### Task directions
Scan the records beneath this line for the line holding "from acquire.load import" and the line holding "RETRY_BACKOFF_S = (1.0, 4.0, 15.0)", then transcribe exactly those two and all lines between.

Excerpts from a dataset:
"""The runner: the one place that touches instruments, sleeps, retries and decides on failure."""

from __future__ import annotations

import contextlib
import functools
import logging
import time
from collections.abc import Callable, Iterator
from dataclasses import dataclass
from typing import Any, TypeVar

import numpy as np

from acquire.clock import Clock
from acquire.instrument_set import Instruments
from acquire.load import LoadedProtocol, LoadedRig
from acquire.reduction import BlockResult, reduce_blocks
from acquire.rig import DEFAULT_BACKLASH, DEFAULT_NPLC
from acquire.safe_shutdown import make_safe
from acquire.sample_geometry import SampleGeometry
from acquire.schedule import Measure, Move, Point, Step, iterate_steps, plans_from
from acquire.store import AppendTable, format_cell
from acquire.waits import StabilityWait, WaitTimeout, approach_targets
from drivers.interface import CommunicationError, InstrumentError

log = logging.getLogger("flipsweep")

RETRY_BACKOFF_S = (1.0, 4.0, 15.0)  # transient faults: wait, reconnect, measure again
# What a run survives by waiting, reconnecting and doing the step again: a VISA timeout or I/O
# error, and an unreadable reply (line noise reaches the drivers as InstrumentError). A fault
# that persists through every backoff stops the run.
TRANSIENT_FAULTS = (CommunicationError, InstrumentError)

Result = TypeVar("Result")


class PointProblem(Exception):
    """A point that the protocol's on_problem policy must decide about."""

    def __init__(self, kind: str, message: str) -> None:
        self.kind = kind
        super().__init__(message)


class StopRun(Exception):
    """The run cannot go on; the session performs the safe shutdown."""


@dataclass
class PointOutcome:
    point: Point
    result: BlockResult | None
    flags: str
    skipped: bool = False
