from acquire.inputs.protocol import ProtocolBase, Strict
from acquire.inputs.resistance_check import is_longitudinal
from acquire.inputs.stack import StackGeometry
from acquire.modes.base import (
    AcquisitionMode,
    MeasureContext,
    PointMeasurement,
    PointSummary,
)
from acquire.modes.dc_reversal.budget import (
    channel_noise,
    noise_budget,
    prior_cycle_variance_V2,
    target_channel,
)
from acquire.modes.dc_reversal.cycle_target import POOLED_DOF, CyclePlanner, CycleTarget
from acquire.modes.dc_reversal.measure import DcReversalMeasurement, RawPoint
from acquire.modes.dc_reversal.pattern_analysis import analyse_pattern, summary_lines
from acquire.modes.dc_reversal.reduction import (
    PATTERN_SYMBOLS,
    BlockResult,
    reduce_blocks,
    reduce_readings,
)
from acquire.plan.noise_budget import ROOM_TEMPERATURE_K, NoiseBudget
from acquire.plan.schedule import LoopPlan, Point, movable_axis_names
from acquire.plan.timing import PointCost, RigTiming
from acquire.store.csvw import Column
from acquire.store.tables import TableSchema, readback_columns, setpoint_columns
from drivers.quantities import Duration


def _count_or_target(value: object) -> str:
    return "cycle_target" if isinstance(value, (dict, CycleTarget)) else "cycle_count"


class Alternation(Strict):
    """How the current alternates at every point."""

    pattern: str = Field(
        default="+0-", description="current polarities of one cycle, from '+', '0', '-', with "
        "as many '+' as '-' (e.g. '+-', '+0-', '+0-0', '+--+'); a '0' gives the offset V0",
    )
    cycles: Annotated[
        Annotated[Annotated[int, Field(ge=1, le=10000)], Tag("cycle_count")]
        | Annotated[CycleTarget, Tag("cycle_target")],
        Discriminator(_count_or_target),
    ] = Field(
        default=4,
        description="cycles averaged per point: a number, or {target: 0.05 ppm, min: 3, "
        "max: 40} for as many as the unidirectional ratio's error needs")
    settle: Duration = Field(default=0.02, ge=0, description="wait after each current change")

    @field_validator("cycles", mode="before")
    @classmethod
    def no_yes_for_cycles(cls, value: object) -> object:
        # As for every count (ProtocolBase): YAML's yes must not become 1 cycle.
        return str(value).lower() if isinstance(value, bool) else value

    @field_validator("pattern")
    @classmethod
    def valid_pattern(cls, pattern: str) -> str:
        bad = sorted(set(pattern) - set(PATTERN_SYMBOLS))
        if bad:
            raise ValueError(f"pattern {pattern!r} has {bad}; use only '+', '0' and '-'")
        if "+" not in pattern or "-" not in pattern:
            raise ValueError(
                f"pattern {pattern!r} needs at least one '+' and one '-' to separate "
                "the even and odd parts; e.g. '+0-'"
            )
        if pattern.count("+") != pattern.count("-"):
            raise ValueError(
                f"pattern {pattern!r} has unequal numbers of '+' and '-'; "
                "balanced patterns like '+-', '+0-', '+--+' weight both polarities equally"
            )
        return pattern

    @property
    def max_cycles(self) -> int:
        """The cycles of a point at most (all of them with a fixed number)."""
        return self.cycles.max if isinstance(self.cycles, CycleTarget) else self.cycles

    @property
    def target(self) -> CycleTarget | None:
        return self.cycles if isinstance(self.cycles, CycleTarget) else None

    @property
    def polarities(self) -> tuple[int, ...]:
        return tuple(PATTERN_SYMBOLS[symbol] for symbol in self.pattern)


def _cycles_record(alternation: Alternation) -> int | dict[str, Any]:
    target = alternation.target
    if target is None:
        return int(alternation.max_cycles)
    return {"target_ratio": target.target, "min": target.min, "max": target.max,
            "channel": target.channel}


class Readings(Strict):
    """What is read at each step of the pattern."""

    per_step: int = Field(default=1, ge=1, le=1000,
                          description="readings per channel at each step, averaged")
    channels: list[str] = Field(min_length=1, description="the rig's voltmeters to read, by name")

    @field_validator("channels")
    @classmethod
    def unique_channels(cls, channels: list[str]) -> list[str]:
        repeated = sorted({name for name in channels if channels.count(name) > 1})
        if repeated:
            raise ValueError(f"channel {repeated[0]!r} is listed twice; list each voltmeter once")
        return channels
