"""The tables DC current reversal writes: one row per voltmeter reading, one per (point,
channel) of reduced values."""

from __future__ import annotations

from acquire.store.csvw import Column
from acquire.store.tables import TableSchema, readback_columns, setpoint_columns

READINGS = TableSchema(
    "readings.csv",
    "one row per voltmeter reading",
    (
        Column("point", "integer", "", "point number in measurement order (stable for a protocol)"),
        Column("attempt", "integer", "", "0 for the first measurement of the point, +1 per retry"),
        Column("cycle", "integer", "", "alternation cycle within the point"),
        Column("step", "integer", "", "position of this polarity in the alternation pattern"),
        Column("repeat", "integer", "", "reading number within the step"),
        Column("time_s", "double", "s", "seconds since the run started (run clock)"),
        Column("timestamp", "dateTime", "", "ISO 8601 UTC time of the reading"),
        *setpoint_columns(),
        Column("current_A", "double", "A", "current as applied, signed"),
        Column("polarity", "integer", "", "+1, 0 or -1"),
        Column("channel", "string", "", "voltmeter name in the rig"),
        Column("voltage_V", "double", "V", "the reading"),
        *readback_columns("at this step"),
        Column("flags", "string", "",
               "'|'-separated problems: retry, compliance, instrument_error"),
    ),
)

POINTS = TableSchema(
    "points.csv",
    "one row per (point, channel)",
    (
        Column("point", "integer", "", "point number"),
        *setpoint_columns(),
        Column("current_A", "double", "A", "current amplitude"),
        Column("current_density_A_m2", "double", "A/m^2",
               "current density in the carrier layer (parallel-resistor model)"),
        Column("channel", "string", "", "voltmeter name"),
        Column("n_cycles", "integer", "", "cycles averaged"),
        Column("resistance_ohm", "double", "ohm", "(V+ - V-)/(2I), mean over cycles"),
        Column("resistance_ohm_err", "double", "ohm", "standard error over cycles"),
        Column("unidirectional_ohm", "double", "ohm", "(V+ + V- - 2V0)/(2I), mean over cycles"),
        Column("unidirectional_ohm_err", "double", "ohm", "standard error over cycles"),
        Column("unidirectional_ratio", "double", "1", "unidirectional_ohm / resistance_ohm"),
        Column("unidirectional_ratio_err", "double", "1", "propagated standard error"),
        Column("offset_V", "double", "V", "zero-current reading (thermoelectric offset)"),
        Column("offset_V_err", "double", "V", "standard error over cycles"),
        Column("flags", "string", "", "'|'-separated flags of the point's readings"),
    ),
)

### Answer box
from acquire.load import LoadedProtocol, LoadedRig
from acquire.reduction import BlockResult, reduce_blocks
from acquire.rig import DEFAULT_BACKLASH, DEFAULT_NPLC
from acquire.safe_shutdown import make_safe
from acquire.sample_geometry import SampleGeometry
from acquire.schedule import Measure, Move, Point, Step, iterate_steps, plans_from
from acquire.store import AppendTable, format_cell
from acquire.waits import StabilityWait, WaitTimeout, approach_targets
from drivers.interface import CommunicationError, InstrumentError

log = logging.getLogger("flipsweep")

RETRY_BACKOFF_S = (1.0, 4.0, 15.0)  # transient faults: wait, reconnect, measure again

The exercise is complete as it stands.